A standard vaccine review also includes negotiations with manufacturers to determine how the vaccines will be labeled and how the companies can advertise their shots. It’s an important part of the process, Creech says: “You don't want to be creating fear in individuals in order for them to go out and ask their doctor for a particular vaccine,” he says. But “you want to display risk, and you want to provide people with the knowledge they need to make a good decision.”
If the vaccines are approved, what can we expect?
The Kaiser Family Foundation's latest survey shows that 32 percent of unvaccinated adults said they would be more likely to get a COVID-19 vaccine if it was FDA-approved.

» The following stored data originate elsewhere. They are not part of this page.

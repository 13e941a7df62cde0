package dev.rungbook.internal;

import static org.junit.jupiter.api.Assertions.assertEquals;
import static org.junit.jupiter.api.Assertions.assertThrows;
import static org.junit.jupiter.api.Assertions.assertTrue;

import dev.rungbook.tensor.FloatFormat;
import java.util.SplittableRandom;
import org.junit.jupiter.api.Test;

/**
 * The segment kernels on their own, against the plain definitions element by element (the engine-level comparison
 * with the general path is {@code dev.rungbook.quant.SegmentKernelsTest}).
 */
class SegmentKernelsTest {
    /** Random finite floats of every binade, with many values on and next to the grids' rounding boundaries. */
    private static float[] values(SplittableRandom r, int n, float near) {
        float[] v = new float[n];
        for (int i = 0; i < n; i++) {
            int k = r.nextInt(4);
            float x;
            if (k == 0) {
                do {
                    x = Float.intBitsToFloat(r.nextInt());
                } while (!Float.isFinite(x));
            } else if (k == 1) {
                // low bits cleared: exact grid points and midpoints of narrow formats, then nudged by a few ulps
                x = Float.intBitsToFloat(r.nextInt() & 0xFFFFF000 | (r.nextInt(3) == 0 ? r.nextInt(4) : 0));
                if (!Float.isFinite(x)) {
                    x = 1f;
                }
            } else {
                x = (float) (r.nextGaussian() * near * Math.exp(r.nextDouble(-12, 3)));
            }
            v[i] = x;
        }
        return v;
    }

    @Test
    void floatGridIsTheFormatsSaturatingRoundingAndEncoding() {
        SplittableRandom r = new SplittableRandom(401);
        for (FloatFormat f : FloatFormat.values()) {
            int n = 200_000;
            float[] w = values(r, n, f.max());
            float[] deq = new float[n];
            byte[] bytes = f.bitWidth() <= 8 ? new byte[n] : null;
            short[] shorts = bytes == null ? new short[n] : null;
            SegmentKernels.floatGrid(w, 0, n, 1f, f.exponentBits(), f.mantissaBits(), f.max(), deq, bytes, shorts);
            for (int i = 0; i < n; i++) {
                // Source: FloatFormat's exact conversion (tested against the OCP OFP8 and MX tables in FloatFormatTest).
                float want = f.roundSaturating(w[i]);
                int code = f.encode(want);
                int got = bytes != null ? bytes[i] & 0xFF : shorts[i] & 0xFFFF;
                assertEquals(code, got, f + ": code of " + w[i]);
                assertEquals(Float.floatToRawIntBits(want), Float.floatToRawIntBits(deq[i]), f + ": value of " + w[i]);
            }
        }
    }

    @Test
    void linearIsRintOfTheDoubleQuotientClamped() {
        SplittableRandom r = new SplittableRandom(402);
        int n = 100_000;
        float[] deq = new float[n];
        short[] codes = new short[n];
        int redone = 0;
        for (int k = 0; k < 60; k++) {
            float scale = k % 5 == 0 ? Math.scalb(1f, r.nextInt(-140, 100)) : (float) Math.exp(r.nextDouble(-80, 80));
            int bits = 2 + r.nextInt(15);
            int qmin = k % 2 == 0 ? -(1 << (bits - 1)) : 0;
            int qmax = k % 2 == 0 ? (1 << (bits - 1)) - 1 : (1 << bits) - 1;
            float zero = k % 3 == 0 ? 0f : qmin + r.nextInt(qmax - qmin + 1);
            float[] w = new float[n];
            for (int i = 0; i < n; i++) {
                // ties (j + 1/2) * scale, their neighbours, and values of every magnitude
                float x = (float) ((r.nextInt(-2 * qmax - 4, 2 * qmax + 4) + 0.5) * scale);
                int c = r.nextInt(5);
                w[i] = c == 0 ? x : c == 1 ? Math.nextUp(x) : c == 2 ? Math.nextDown(x)
                        : c == 3 ? (float) (r.nextGaussian() * scale * Math.exp(r.nextDouble(-10, 12))) : -0f;
                if (!Float.isFinite(w[i])) {
                    w[i] = Math.copySign(Float.MAX_VALUE, w[i]); // the kernel takes finite values
                }
            }
            redone += SegmentKernels.linear(w, 0, n, scale, zero, qmin, qmax, deq, null, codes);
            for (int i = 0; i < n; i++) {
                // Source: the definition clamp(rint(x / s + z)) in double (Math.rint: half to even), value s (q - z).
                double c = Math.rint(w[i] / (double) scale + zero);
                int want = (int) Math.max(qmin, Math.min(qmax, c));
                assertEquals((short) want, codes[i], "x " + w[i] + " scale " + scale + " zero " + zero);
                float value = (float) ((double) scale * (want - (double) zero));
                assertEquals(Float.floatToRawIntBits(value), Float.floatToRawIntBits(deq[i]), "value of " + w[i]);
            }
        }
        assertTrue(redone > 100_000, "ties were met and redone: " + redone);
    }

    @Test
    void levelsAreTheCountOfMidpointsBelowTheDoubleQuotient() {
        SplittableRandom r = new SplittableRandom(403);
        float[] lv = Nf4.levels();
        SegmentKernels.Levels table = SegmentKernels.Levels.of(lv);
        int n = 4096;
        float[] deq = new float[n];
        byte[] codes = new byte[n];
        float[] y = new float[n];
        int redone = 0;
        for (int k = 0; k < 100; k++) {
            float scale = (float) Math.exp(r.nextDouble(-90, 85));
            float[] w = new float[n];
            for (int i = 0; i < n; i++) {
                int j = r.nextInt(15);
                float x = (float) (((double) lv[j] + lv[j + 1]) / 2 * scale);
                int c = r.nextInt(5);
                x = c == 0 ? Math.nextUp(x) : c == 1 ? Math.nextDown(x) : c == 2 ? x : (float) (r.nextDouble(-1, 1)
                        * scale);
                w[i] = Math.max(-scale, Math.min(scale, x)); // |x / scale| <= 1, as the absmax scale gives
            }
            redone += SegmentKernels.levels(w, 0, n, scale, table, deq, codes, y);
            for (int i = 0; i < n; i++) {
                // Source: the definition, the number of midpoints (in double) strictly below w / scale (in double).
                double q = w[i] / (double) scale;
                int want = 0;
                for (int j = 0; j < 15; j++) {
                    want += ((double) lv[j] + lv[j + 1]) / 2 < q ? 1 : 0;
                }
                assertEquals(want, codes[i], "x " + w[i] + " scale " + scale);
                assertEquals(Float.floatToRawIntBits((float) ((double) scale * lv[want])),
                        Float.floatToRawIntBits(deq[i]));
            }
        }
        assertTrue(redone > 10_000, "values next to midpoints were counted in double: " + redone);
    }

    @Test
    void levelTablesRefuseBadLevels() {
        assertThrows(IllegalArgumentException.class, () -> SegmentKernels.Levels.of(new float[] {0.5f, 0.25f}));
        assertThrows(IllegalArgumentException.class, () -> SegmentKernels.Levels.of(new float[] {-2f, 1f}));
        assertThrows(IllegalArgumentException.class, () -> SegmentKernels.Levels.of(new float[] {1f}));
    }
}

It was, the survey revealed, the top incentive to be vaccinated among the 1,500 vaccine-hesitant adults polled.
FDA approval of the COVID-19 vaccines, then, could spur more people to get vaccinated, potentially driving the U.S. ever closer to its herd immunity threshold: when as much as 80 percent of the country’s population has been vaccinated, according to recent estimates.
But the vaccine approval process can take more than six months from the date of application, and experts caution that people should not wait for FDA approval to be vaccinated. “They’re not only putting themselves at very high risk,” says Maria Elena Bottazzi, a professor of pediatrics at Baylor College of Medicine and co-director of the Texas Children's Hospital Center for Vaccine Development, “but they are also putting their communities at risk.”

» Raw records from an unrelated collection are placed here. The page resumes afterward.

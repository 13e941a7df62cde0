package dev.rungbook.internal;

import static org.junit.jupiter.api.Assertions.assertEquals;
import static org.junit.jupiter.api.Assertions.assertThrows;
import static org.junit.jupiter.api.Assertions.assertTrue;

import dev.rungbook.testing.Fixtures;
import org.apache.commons.math3.optim.MaxEval;
import org.apache.commons.math3.optim.nonlinear.scalar.GoalType;
import org.apache.commons.math3.optim.univariate.BrentOptimizer;
import org.apache.commons.math3.optim.univariate.SearchInterval;
import org.apache.commons.math3.optim.univariate.UnivariateObjectiveFunction;
import org.junit.jupiter.api.Test;

class AnalyticClippingTest {
    private static final double TABLE = Fixtures.TABLE_4_DIGITS;

    @Test
    void laplaceRatiosMatchPublishedTable() {
        // Source: Banner, Nahshan & Soudry, NeurIPS 2019, check-values.md §2 — values [computed] from the paper's
        // equation; the paper's printed 2.83, 3.89, 5.03 for 2, 3, 4 bits are from [memory]. Indexed by bits.
        double[] expected = {1.863, 2.831, 3.897, 5.029, 6.205, 7.413, 8.646, 9.897};
        for (int m = 1; m <= 8; m++) {
            double a = AnalyticClipping.laplaceClipRatio(m);
            assertEquals(expected[m - 1], a, TABLE, "bits " + m);
            assertEquals(a, 3 * Math.pow(4, m) * Math.exp(-a), 1e-9, "fixed point, bits " + m);
        }
    }

    @Test
    void gaussianRatiosMatchTable() {
        // Source: check-values.md §2, Gaussian multiples [computed] from the same error model
        double[] expected = {1.240, 1.711, 2.152, 2.559, 2.936, 3.287, 3.615, 3.924};
        for (int m = 1; m <= 8; m++) {
            assertEquals(expected[m - 1], AnalyticClipping.gaussianClipRatio(m), TABLE, "bits " + m);
        }
    }

    @Test
    void ratiosMinimiseTheStatedErrorForAllBitWidths() {
        // Source: commons-math3 Brent minimisation of the stated error model (independent of the root finding)
        BrentOptimizer opt = new BrentOptimizer(1e-12, 1e-14);
        double prevL = 0;
        double prevG = 0;
        for (int m = 1; m <= 16; m++) {
            int bits = m;
            double l = opt.optimize(new MaxEval(10_000), GoalType.MINIMIZE,
                    new UnivariateObjectiveFunction(a -> AnalyticClipping.laplaceMse(a, 1, bits)),
                    new SearchInterval(0.01, 40)).getPoint();
            double g = opt.optimize(new MaxEval(10_000), GoalType.MINIMIZE,
                    new UnivariateObjectiveFunction(a -> AnalyticClipping.gaussianMse(a, bits)),
                    new SearchInterval(0.01, 12)).getPoint();
            assertEquals(l, AnalyticClipping.laplaceClipRatio(m), 1e-5, "laplace bits " + m);
            assertEquals(g, AnalyticClipping.gaussianClipRatio(m), 1e-5, "gaussian bits " + m);
            assertTrue(AnalyticClipping.laplaceClipRatio(m) > prevL && AnalyticClipping.gaussianClipRatio(m) > prevG);
            prevL = AnalyticClipping.laplaceClipRatio(m);
            prevG = AnalyticClipping.gaussianClipRatio(m);
        }
        assertThrows(IllegalArgumentException.class, () -> AnalyticClipping.laplaceClipRatio(0));
        assertThrows(IllegalArgumentException.class, () -> AnalyticClipping.gaussianClipRatio(17));
    }
}
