package dev.rungbook.quant;

import dev.rungbook.internal.Codebook1D;
import dev.rungbook.internal.Fused;
import dev.rungbook.internal.Lanes;
import dev.rungbook.internal.MxScale;
import dev.rungbook.internal.Nf4;
import dev.rungbook.internal.Scales;
import dev.rungbook.internal.SegmentKernels;
import dev.rungbook.internal.TensorAccess;
import dev.rungbook.progress.Progress;
import dev.rungbook.range.Range;
import dev.rungbook.range.RangeContext;
import dev.rungbook.round.ErrorFeedbackRounding;
import dev.rungbook.round.ElementRounding;
import dev.rungbook.round.GridAssignment;
import dev.rungbook.round.LayerRounding;
import dev.rungbook.round.Rounding;
import dev.rungbook.tensor.FloatFormat;
import dev.rungbook.tensor.Tensor;
import java.util.Arrays;
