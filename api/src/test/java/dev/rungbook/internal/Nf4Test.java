package dev.rungbook.internal;

import static org.junit.jupiter.api.Assertions.assertEquals;
import static org.junit.jupiter.api.Assertions.assertThrows;

import dev.rungbook.testing.Fixtures;
import java.util.Random;
import org.junit.jupiter.api.Test;

class Nf4Test {
    // Source: Dettmers et al., "QLoRA" (2023), NF4 table as printed in check-values.md §6 [seen]
    private static final double[] PUBLISHED = {-1.0, -0.6961928009986877, -0.5250730514526367, -0.39491748809814453,
        -0.28444138169288635, -0.18477343022823334, -0.09105003625154495, 0.0, 0.07958029955625534,
        0.16093020141124725, 0.24611230194568634, 0.33791524171829224, 0.44070982933044434, 0.5626170039176941,
        0.7229568362236023, 1.0};

    @Test
    void constructionReproducesPublishedTable() {
        float[] levels = Nf4.levels();
        assertEquals(16, levels.length);
        for (int i = 0; i < 16; i++) {
            assertEquals(PUBLISHED[i], levels[i], 2e-7, "level " + i);
        }
        assertEquals(0f, levels[7]);
    }

    @Test
    void nearestMatchesExhaustiveSearch() {
        float[] levels = Nf4.levels();
        Random r = Fixtures.random(61);
        for (int t = 0; t < 100_000; t++) {
            float x = (float) (r.nextDouble() * 2.4 - 1.2);
            int best = 0;
            for (int i = 1; i < 16; i++) {
                if (Math.abs((double) x - levels[i]) < Math.abs((double) x - levels[best])) {
                    best = i; // strict: a tie keeps the lower index
                }
            }
            assertEquals(best, Nf4.nearest(x), "x=" + x);
        }
        assertEquals(0, Nf4.nearest(-5f));
        assertEquals(15, Nf4.nearest(5f));
        assertEquals(7, Nf4.nearest(0f));
        for (int i = 0; i < 16; i++) {
            assertEquals(i, Nf4.nearest(levels[i]));
        }
        assertThrows(IllegalArgumentException.class, () -> Nf4.nearest(Float.NaN));
    }

    @Test
    void exactTieGoesToLowerLevel() {
        // the midpoint of levels 7 (which is 0) and 8 is levels[8] / 2, exact in float
        float[] levels = Nf4.levels();
        assertEquals(7, Nf4.nearest(levels[8] / 2));
        assertEquals(6, Nf4.nearest(levels[6] / 2));
    }
}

The approval process would create brand names for the vaccines and bring advertising to consumers’ TVs, radios, and other media in an attempt to drive vaccinations and sales.

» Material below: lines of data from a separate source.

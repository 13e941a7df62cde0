package dev.rungbook.internal;

import static org.junit.jupiter.api.Assertions.assertEquals;
import static org.junit.jupiter.api.Assertions.assertThrows;
import static org.junit.jupiter.api.Assertions.assertTrue;

import dev.rungbook.tensor.FloatFormat;
import java.util.SplittableRandom;
import org.junit.jupiter.api.Test;
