package dev.rungbook.internal;

import static org.junit.jupiter.api.Assertions.assertEquals;
import static org.junit.jupiter.api.Assertions.assertFalse;
import static org.junit.jupiter.api.Assertions.assertThrows;
import static org.junit.jupiter.api.Assertions.assertTrue;

import dev.rungbook.testing.Fixtures;
import java.util.ArrayList;
import java.util.List;
import java.util.Random;
import java.util.stream.Stream;
import org.apache.commons.math3.linear.Array2DRowRealMatrix;
import org.apache.commons.math3.linear.CholeskyDecomposition;
import org.apache.commons.math3.linear.RealMatrix;
import org.junit.jupiter.api.Test;
import org.junit.jupiter.params.ParameterizedTest;
import org.junit.jupiter.params.provider.MethodSource;

/** Every kernel of {@link LinearAlgebra}, on both backends, against commons-math3 on seeded random matrices. */
class LinearAlgebraTest {
    static Stream<LinearAlgebra> backends() {
        List<LinearAlgebra> all = new ArrayList<>();
        all.add(LinearAlgebra.pureJava());
        LinearAlgebra.nativeBlas().ifPresent(all::add);
        return all.stream();
    }

    private static double[][] random(Random r, int rows, int cols) {
        double[][] m = new double[rows][cols];
        for (int i = 0; i < rows; i++) {
            for (int j = 0; j < cols; j++) {
                m[i][j] = r.nextGaussian();
            }
        }
        return m;
    }

    private static float[] flatF(double[][] m) {
        float[] f = new float[m.length * m[0].length];
        for (int i = 0; i < m.length; i++) {
            for (int j = 0; j < m[0].length; j++) {
                f[i * m[0].length + j] = (float) m[i][j];
            }
        }
        return f;
    }

    private static double[] flatD(double[][] m) {
        double[] f = new double[m.length * m[0].length];
        for (int i = 0; i < m.length; i++) {
            System.arraycopy(m[i], 0, f, i * m[0].length, m[0].length);
        }
        return f;
    }

    /** Rounds every entry to float, so the reference multiplies exactly the values the float kernel sees. */
    private static double[][] toFloat(double[][] m) {
        double[][] f = new double[m.length][];
        for (int i = 0; i < m.length; i++) {
            f[i] = new double[m[i].length];
            for (int j = 0; j < m[i].length; j++) {
                f[i][j] = (float) m[i][j];
            }
        }
        return f;
    }

    /** A seeded SPD matrix G^T G / k + delta I with condition number in the hundreds. */
    private static double[][] spd(Random r, int n) {
        RealMatrix g = new Array2DRowRealMatrix(random(r, n + 8, n));
        RealMatrix a = g.transpose().multiply(g).scalarMultiply(1.0 / (n + 8));
        for (int i = 0; i < n; i++) {
            a.addToEntry(i, i, 0.05);
        }
        return a.getData();
    }

    private static void assertClose(RealMatrix expected, double[] actual, int ld, double tol, String what) {
        double scale = Math.max(1e-300, expected.getNorm() / Math.sqrt(expected.getRowDimension()
                * (double) expected.getColumnDimension()));
        for (int i = 0; i < expected.getRowDimension(); i++) {
            for (int j = 0; j < expected.getColumnDimension(); j++) {
                double e = expected.getEntry(i, j);
                double a = actual[i * ld + j];
                if (Math.abs(e - a) > tol * (scale + Math.abs(e))) {
                    throw new AssertionError(what + ": (" + i + ", " + j + ") expected " + e + " got " + a);
                }
            }
        }
    }

    private static void assertClose(RealMatrix expected, float[] actual, int ld, double tol, String what) {
        double[] d = new double[actual.length];
        for (int i = 0; i < d.length; i++) {
            d[i] = actual[i];
        }
        assertClose(expected, d, ld, tol, what);
    }

    @ParameterizedTest
    @MethodSource("backends")
    void sgemmMatchesCommonsMathForAllTransposes(LinearAlgebra la) {
        Random r = Fixtures.random(11);
        // Sizes straddle the pure-Java tiles (32 x 256) and the parallel threshold.
        int[][] sizes = {{1, 1, 1}, {3, 5, 7}, {37, 300, 65}, {130, 257, 96}, {64, 64, 600}};
        for (int[] s : sizes) {
            int m = s[0];
            int n = s[1];
            int k = s[2];
            for (int t = 0; t < 4; t++) {
                boolean ta = (t & 1) != 0;
                boolean tb = (t & 2) != 0;
                double[][] a = toFloat(random(r, ta ? k : m, ta ? m : k));
                double[][] b = toFloat(random(r, tb ? n : k, tb ? k : n));
                double[][] c0 = toFloat(random(r, m, n));
                RealMatrix am = new Array2DRowRealMatrix(a);
                RealMatrix bm = new Array2DRowRealMatrix(b);
                RealMatrix opA = ta ? am.transpose() : am;
                RealMatrix opB = tb ? bm.transpose() : bm;
                // Source: commons-math3 Array2DRowRealMatrix.multiply as the reference product.
                RealMatrix expected = opA.multiply(opB).scalarMultiply(0.75)
                        .add(new Array2DRowRealMatrix(c0).scalarMultiply(-0.5));
                float[] c = flatF(c0);
                la.sgemm(ta, tb, m, n, k, 0.75f, flatF(a), 0, ta ? m : k, flatF(b), 0, tb ? k : n, -0.5f, c, 0, n);
                assertClose(expected, c, n, 1e-4, la.backend() + " sgemm " + m + "x" + n + "x" + k + " t" + t);
            }
        }
    }

    @ParameterizedTest
    @MethodSource("backends")
    void dgemmMatchesCommonsMathWithOffsetsAndLeadingDimensions(LinearAlgebra la) {
        Random r = Fixtures.random(12);
        int m = 45;
        int n = 70;
        int k = 33;
        for (int t = 0; t < 4; t++) {
            boolean ta = (t & 1) != 0;
            boolean tb = (t & 2) != 0;
            double[][] a = random(r, ta ? k : m, ta ? m : k);
            double[][] b = random(r, tb ? n : k, tb ? k : n);
            RealMatrix opA = ta ? new Array2DRowRealMatrix(a).transpose() : new Array2DRowRealMatrix(a);
            RealMatrix opB = tb ? new Array2DRowRealMatrix(b).transpose() : new Array2DRowRealMatrix(b);
            RealMatrix expected = opA.multiply(opB);
            // Embed every operand in a larger array: offset 5, leading dimension 3 more than needed.
            int lda = a[0].length + 3;
            int ldb = b[0].length + 3;
            int ldc = n + 3;
            double[] ab = embed(a, lda, 5);
            double[] bb = embed(b, ldb, 5);
            double[] cb = new double[5 + m * ldc];
            java.util.Arrays.fill(cb, Double.NaN); // beta = 0 must ignore old contents
            la.dgemm(ta, tb, m, n, k, 1.0, ab, 5, lda, bb, 5, ldb, 0.0, cb, 5, ldc);
            double[] c = new double[m * ldc];
            System.arraycopy(cb, 5, c, 0, c.length);
            assertClose(expected, c, ldc, 1e-12, la.backend() + " dgemm t" + t);
        }
    }

    private static double[] embed(double[][] m, int ld, int off) {
        double[] out = new double[off + m.length * ld];
        for (int i = 0; i < m.length; i++) {
            System.arraycopy(m[i], 0, out, off + i * ld, m[i].length);
        }
        return out;
    }

    @ParameterizedTest
    @MethodSource("backends")
    void gramMatchesCommonsMath(LinearAlgebra la) {
        Random r = Fixtures.random(13);
        double[][] x = toFloat(random(r, 700, 41));
        RealMatrix xm = new Array2DRowRealMatrix(x);
        // Source: commons-math3 X^T X.
        RealMatrix expected = xm.transpose().multiply(xm);
        double[] g = la.gram(flatF(x), 700, 41);
        assertClose(expected, g, 41, 1e-5, la.backend() + " gram");
        for (int i = 0; i < 41; i++) {
            for (int j = 0; j < 41; j++) {
                assertEquals(g[i * 41 + j], g[j * 41 + i], 0.0, "gram is exactly symmetric");
            }
        }
    }

    @ParameterizedTest
    @MethodSource("backends")
    void choleskyMatchesCommonsMath(LinearAlgebra la) {
        Random r = Fixtures.random(14);
        for (int n : new int[] {1, 2, 17, 64, 65, 150}) {
            double[][] a = spd(r, n);
            double[] l = flatD(a);
            assertTrue(la.cholesky(l, n), "SPD matrix factors");
            // Source: commons-math3 CholeskyDecomposition (lower factor L, A = L L^T).
            RealMatrix expected = new CholeskyDecomposition(new Array2DRowRealMatrix(a), 1e-12, 1e-14).getL();
            assertClose(expected, l, n, 1e-10, la.backend() + " cholesky n=" + n);
        }
    }

    @ParameterizedTest
    @MethodSource("backends")
    void inverseMatchesCommonsMath(LinearAlgebra la) {
        Random r = Fixtures.random(15);
        for (int n : new int[] {1, 3, 64, 97, 200}) {
            double[][] a = spd(r, n);
            // Source: commons-math3 CholeskyDecomposition solver inverse.
            RealMatrix inv = new CholeskyDecomposition(new Array2DRowRealMatrix(a), 1e-12, 1e-14).getSolver()
                    .getInverse();
            double[] x = flatD(a);
            assertTrue(la.invertSpd(x, n));
            assertClose(inv, x, n, 1e-9, la.backend() + " inverse n=" + n);
            double[] l = flatD(a);
            assertTrue(la.cholesky(l, n));
            la.choleskyInverse(l, n);
            assertClose(inv, l, n, 1e-9, la.backend() + " choleskyInverse n=" + n);
        }
    }

    @ParameterizedTest
    @MethodSource("backends")
    void inverseUpperCholeskyIsTheUpperFactorOfTheInverse(LinearAlgebra la) {
        Random r = Fixtures.random(16);
        for (int n : new int[] {1, 2, 63, 64, 130, 257}) {
            double[][] a = spd(r, n);
            RealMatrix inv = new CholeskyDecomposition(new Array2DRowRealMatrix(a), 1e-12, 1e-14).getSolver()
                    .getInverse();
            // Source: commons-math3; the upper factor U of H^-1 = U^T U is L^T for its lower factor L.
            RealMatrix expected = new CholeskyDecomposition(inv, 1e-9, 1e-14).getLT();
            double[] u = flatD(a);
            assertTrue(la.inverseUpperCholesky(u, n));
            assertClose(expected, u, n, 1e-9, la.backend() + " inverseUpperCholesky n=" + n);
        }
    }

    @ParameterizedTest
    @MethodSource("backends")
    void refusesMatricesThatAreNotPositiveDefinite(LinearAlgebra la) {
        double[] a = {1, 2, 2, 1}; // eigenvalues 3 and -1
        assertFalse(la.cholesky(a.clone(), 2));
        assertFalse(la.inverseUpperCholesky(a.clone(), 2));
        assertFalse(la.invertSpd(a.clone(), 2));
        double[] z = {1, 0, 0, 0}; // singular
        assertFalse(la.cholesky(z, 2));
    }

    @Test
    void refusesArraysTooShortForTheShapesNamingThem() {
        LinearAlgebra la = LinearAlgebra.pureJava();
        IllegalArgumentException e = assertThrows(IllegalArgumentException.class,
                () -> la.sgemm(false, false, 4, 4, 4, new float[15], new float[16], new float[16]));
        assertTrue(e.getMessage().contains("A (4 x 4"), e.getMessage());
        assertThrows(IllegalArgumentException.class, () -> la.cholesky(new double[3], 2));
    }

    @Test
    void reportsItsBackend() {
        assertEquals("pure Java", LinearAlgebra.pureJava().backend());
        LinearAlgebra.nativeBlas().ifPresent(n -> assertTrue(n.backend().startsWith("native BLAS ("), n.backend()));
        assertTrue(LinearAlgebra.instance() == LinearAlgebra.pureJava()
                || LinearAlgebra.instance() == LinearAlgebra.nativeBlas().orElseThrow());
    }
}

It will allow vaccine manufacturers to hike their prices—which they’ve already said they will do as the pandemic wanes—and usher in an era in which the vaccines are no longer given for free.
But like other vaccines, such as the seasonal influenza vaccine, the COVID-19 vaccine will likely be covered, at least partially, Creech says. “For the most part, because vaccines are one of the most profoundly effective public health maneuvers that we have for infectious diseases, they are typically covered either through public health funds or through private insurance, where the out-of-pocket expenses to the individual are either none, or extremely minimal,” he explains.
And it could pave the way for more employers and schools to mandate COVID-19 vaccines.
Some employers and schools have pressed forward with mandates for the authorized vaccines, but others—such as the University of California and California State University, for example—have said that they will only impose COVID-19 vaccine mandates for FDA-approved vaccines.
Dorit Reiss, a law professor who specializes in vaccine policy at the University of California, Hastings College of the Law, says FDA approval of the Pfizer-BioNTech and Moderna vaccines would make it more likely that more employers and schools impose mandates.
“Full approval removes a propaganda point,” Reiss explains, and eliminates the potential legal argument that these vaccines are experimental, and should not be used.
Any COVID-19 vaccine mandates by employers would likely need to “provide accommodation to workers with real medical barriers,” Reiss says, and could include exemptions for people with religious objections. School mandates will likely follow states’ leads: all states currently allow for medical exemptions to the existing slate of required vaccines, such as the MMR vaccine, Reiss says, but only some allow non-medical exemptions for those mandates.